Polyamide (PA, commonly known as nylon) is the first resin developed by DuPont in the United States for fiber, which was industrialized in 1939. In the 1950s, the development and production of injection molded products began to replace metals to meet the requirements of lighter weight and lower cost of downstream industrial products. The polyamide backbone contains many repeating amide groups. When used as a plastic, it is called nylon. When used as a synthetic fiber, we call it nylon. Polyamide can be made from diamines and dibasic acids. It can also use ω-amino acids or rings. The lactam is synthesized. Depending on the number of carbon atoms in the diamine and the dibasic acid or amino acid, a wide variety of polyamides can be made. There are dozens of polyamides, including polyamide-6, polyamide-66 and poly. Amide-610 is the most widely used.
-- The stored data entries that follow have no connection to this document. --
import { randomUUID } from 'node:crypto';
import {
	Card,
	Deck,
	DeckLick,
	Lick,
	Review,
	User,
	type Role
} from '../../../src/lib/server/db/models/index';
import type { Actor } from '../../../src/lib/server/classes/common';
import type { SessionUser } from '../../../src/lib/server/auth/user';
import { normalizeSettings } from '../../../src/lib/practice/settings';
import { settingsOf, toSettingsColumns } from '../../../src/lib/server/study/settings';
import { fakeEvent, type FakeEventInput } from '../support/fake-event';

/**
 * People and decks for the class tests, made straight in the database (sign-up has its own
 * tests): each person comes back as the session user an endpoint would see.
 */

let counter = 0;

export async function makeUser(
	role: Role,
	name = role === 'teacher' ? 'Tess Marlow' : 'Lou Pardee',
	settings: Record<string, unknown> = {}
): Promise<SessionUser & Actor> {
	counter += 1;
	const row = await User.create({
		email: `${role}${counter}-${randomUUID().slice(0, 6)}@example.test`,
		name,
		role,
		passwordHash: 'not-a-real-hash',
		emailVerifiedAt: new Date(),
		...toSettingsColumns(normalizeSettings({ timezone: 'UTC', ...settings }))
	});
	return {
		id: row.id,
		email: row.email,
		name: row.name,
		role: row.role,
		emailVerified: true,
		settings: settingsOf(row)
	};
}

const abc = (title: string, key: string) =>
	['X:1', `T:${title}`, 'M:4/4', 'L:1/8', 'Q:1/4=120', `K:${key}`, '"C7"cBAG FEDC|'].join('\n');

/** A deck of `size` licks (home quality 7, tempo 120) owned by `ownerId`, in order. */
export async function makeDeck(ownerId: string, size = 4, name = 'Test deck', lickTitle = 'Lick') {
	const deck = await Deck.create({ ownerId, name });
	const licks: Lick[] = [];
	for (let i = 0; i < size; i++) {
		const lick = await Lick.create({
			authorId: ownerId,
			title: `${lickTitle} ${i + 1}`,
			abc: abc(`${lickTitle} ${i + 1}`, 'C'),
			homeKey: 'C',
			homeQuality: '7',
			tempo: 120
		});
		await DeckLick.create({ deckId: deck.id, lickId: lick.id, position: i });
		licks.push(lick);
	}
	return { deck, licks };
}

/** Introduce a card as the drill would (state 2, due at `due`, a tempo rung). */
export async function introduce(card: Card, day: string, due: Date, tempo: number | null = null) {
	await card.update({ state: 2, introducedDay: day, due, stability: 5, reps: 1, tempo });
}

let clientCounter = 0;

/** One review row as the drill stores it. */
export async function addReview(
	card: Card,
	at: Date,
	day: string,
	grade: number,
	key: string,
	extra: { tempo?: number; ms?: number } = {}
): Promise<void> {
	clientCounter += 1;
	await Review.create({
		cardId: card.id,
		userId: card.userId,
		lickId: card.lickId,
		clientId: `c${clientCounter}`,
		reviewedAt: at,
		day,
		grade,
		key,
		quality: card.quality,
		tempo: extra.tempo ?? 100,
		revealMs: extra.ms ?? 30_000,
		gradeMs: 0,
		stateBefore: '{}',
		stateAfter: '{}'
	});
}

type Handler = (event: never) => Response | Promise<Response>;

/** Call an endpoint as `user` (null: anonymous) with route params. */
export async function callAs(
	handler: Handler,
	user: SessionUser | null,
	params: Record<string, string>,
	input: FakeEventInput = {}
): Promise<Response> {
	const event = {
		...fakeEvent({ ...input, locals: { user, session: null } as App.Locals }),
		params
	};
	return handler(event as never);
}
The chain structure of polyamide-6, polyamide-66 and polyamide-610 are [NH(CH2)5CO], [NH(CH2)6NHCO(CH2)4CO] and [NH(CH2)6NHCO(CH2)8CO, respectively. ]. Polyamide-6 and polyamide-66 are mainly used for spinning synthetic fibers, called nylon-6 and nylon-66. Nylon-610 is a thermoplastic engineering plastic with excellent mechanical properties.
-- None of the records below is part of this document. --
// The range ASSOC.PAIRWISE gets, so that it names the pairs by their labels: the source table, or for
// records the counts with the row labels beside them (ASSOC.LEVELS), when ASSOC.PAIRWISE reads those
// as labels (texts, none of them read as a total), otherwise the counts alone (pairs named "row k").
std::string pairwise_range(const Layout& s) {
    if (!s.reading.is_records()) return s.table;
    const std::vector<Cell>& levels = s.reading.record_source->row_levels;
    const Matrix counts = s.reading.table.to_body_shape(s.reading.table.counts());
    CellGrid labelled(s.body_rows, 1 + s.body_columns);
    for (std::size_t r = 0; r < s.body_rows && r < levels.size(); ++r) {
        labelled.at(r, 0) = levels[r];
        for (std::size_t c = 0; c < s.body_columns; ++c) labelled.at(r, 1 + c) = Cell::number(counts(r, c));
    }
    try {
        const CountTable read = read_count_table(labelled);
        const bool totals = std::any_of(read.set_aside_rows().begin(), read.set_aside_rows().end(),
                                        [](const SetAside& line) { return line.why == SetAside::Why::total; });
        if (read.has_row_labels() && !totals) return absolute_area(Area{s.observed.row, 0, s.body_rows, 1 + s.body_columns});
    } catch (const Error&) {
    }
    return s.table;
}

// Every pair of rows compared (3 rows with counts or more; with 2, the test above is the comparison).
void pairwise_block(Layout& s) {
    const std::size_t groups = s.reading.table.rows();
    if (groups < 3) return;
    const std::size_t pairs = groups * (groups - 1) / 2;
    s.heading("Which rows differ from which: every pair compared (ASSOC.PAIRWISE)");
    if (groups > max_pairwise_sheet_rows) {
        s.wide_line("Not on this sheet: the " + std::to_string(groups) + " rows with counts make " +
                        std::to_string(pairs) + " pairs, too many to read here. To see them, enter =ASSOC.PAIRWISE(" +
                        s.table_shown + ") as an array formula over 4 columns and " + std::to_string(pairs) +
                        " rows in a sheet of its own, or compare the rows that matter to you in a table of their own.",
                    Look::note);
        s.gap();
        return;
    }
    s.wide_line("Each pair of rows is tested on its own table of the two rows (Pearson's X²), and its p-value is "
                "adjusted for the " + std::to_string(pairs) + " comparisons (Holm's method). Rows without counts take "
                "no part.",
                Look::note);
    s.plan.text(s.row, 0, s.reading.variables.rows.empty() ? "Row" : s.reading.variables.rows, Look::header);
    s.plan.text(s.row, 1, "Compared with", Look::header);
    s.plan.text(s.row, 2, "p-value", Look::header);
    s.plan.text(s.row, 3, "Adjusted p-value", Look::header);
    ++s.row;
    const std::size_t first = s.row;
    const std::string range = pairwise_range(s);
    s.plan.array_formula(Area{first, 0, pairs, 4}, "=ASSOC.PAIRWISE(" + range + ")", Look::label);
    s.plan.look(Area{first, 1, pairs, 1}, Look::text);  // the second label wraps in its narrow column
    s.plan.look(Area{first, 2, pairs, 2}, Look::p_value);
    s.row += pairs;

    // The pairs whose adjusted p-value is below alpha, the smallest first when there are more than 6.
    const std::string alpha = s.ref("alpha");
    const std::string adjusted = absolute_area(Area{first, 3, pairs, 1});
    const std::string names = absolute_area(Area{first, 0, pairs, 1}) + "&\" and \"&" + absolute_area(Area{first, 1, pairs, 1});
    const std::string below = "SUMPRODUCT(" + adjusted + "<" + alpha + ")";
    const std::string threshold = "IF(" + below + ">6;SMALL(" + adjusted + ";6);1)";
    const std::string chosen = "(" + adjusted + "<" + alpha + ")*(" + adjusted + "<=" + threshold + ")";
    const std::string listed = "TEXTJOIN(\"; \";1;IF(" + chosen + ";" + names + "&\" (adjusted p = \"&" +
                               p_text(adjusted) + "&\")\";\"\"))";
    const std::string more = "IF(" + below + ">SUMPRODUCT(" + chosen + ");\"; and \"&(" + below + "-SUMPRODUCT(" +
                             chosen + "))&\" more pairs (see the table)\";\"\")";
    const std::string formula = "=IF(" + below + "=0;\"None: no pair of rows differs at the \"&" + percent_of(alpha) +
                                "&\" level once the p-values are adjusted.\";" + listed + "&" + more + "&\".\")";
    // Estimates of the sentences' lengths, for the row heights, from the pairs as they are now.
    std::size_t length = 10, listed_now = 0, verdict = check_validity(s.reading.table).summary().size() + 45;
    try {
        const PairwiseComparisons now = pairwise_comparisons(s.reading.table);
        for (const PairComparison& pair : now.pairs)
            if (pair.adjusted_p_value < s.options.alpha && listed_now++ < 6)
                length += pair.first_name.size() + pair.second_name.size() + 30;
        if (listed_now == 0) length = 80;  // "None: …"
        for (const std::string& remark : now.remarks) verdict += remark.size() + 1;
    } catch (const Error&) {
        // The cells will say what is wrong; the estimates stay short.
    }
    s.plan.formula(s.row, 0, "=\"Pairs that differ at \"&" + percent_of(alpha), Look::label);
    const Area sentence{s.row, 1, 1, s.last_column};
    s.plan.array_formula(Area{s.row, 1}, formula, Look::text);
    s.plan.merge(sentence, s.lines_for(length, sentence));
    ++s.row;
    // The verdict on the table, and which pairs have expected counts too small for their p-values.
    s.sentence_line("Verdict on the pairs", "=ASSOC.CHECK(" + range + ";\"pairwise\")", true, verdict);
    s.wide_line("Read the adjusted p-value: every comparison is another chance of a false alarm, so with " +
                    std::to_string(pairs) + " comparisons some unadjusted p-values come out small by chance alone, "
                    "and the adjustment allows for that. A difference between two groups is not proof of "
                    "discrimination, nor does it show what causes it.",
                Look::caution);
    s.gap();
}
PA has good comprehensive properties, including mechanical properties, heat resistance, abrasion resistance, chemical resistance and self-lubricating properties, low friction coefficient, certain flame retardancy, easy processing, suitable for fiberglass and Other fillers are filled with enhanced modification to improve performance and extend the range of applications.
There are many varieties of PA, such as PA6, PA66, PAll, PAl2, PA46, PA610, PA612, PAl010, etc., as well as many new varieties of semi-aromatic nylon PA6T and special nylon developed in recent years. Nylon-6 plastic products can be made by using sodium metal, sodium hydroxide and the like as the main catalyst, and N-acetyl caprolactam as the cocatalyst, so that δ-caprolactam can be directly produced by negative ion ring-opening polymerization in the model, which is called casting nylon. This method is convenient for manufacturing large plastic parts.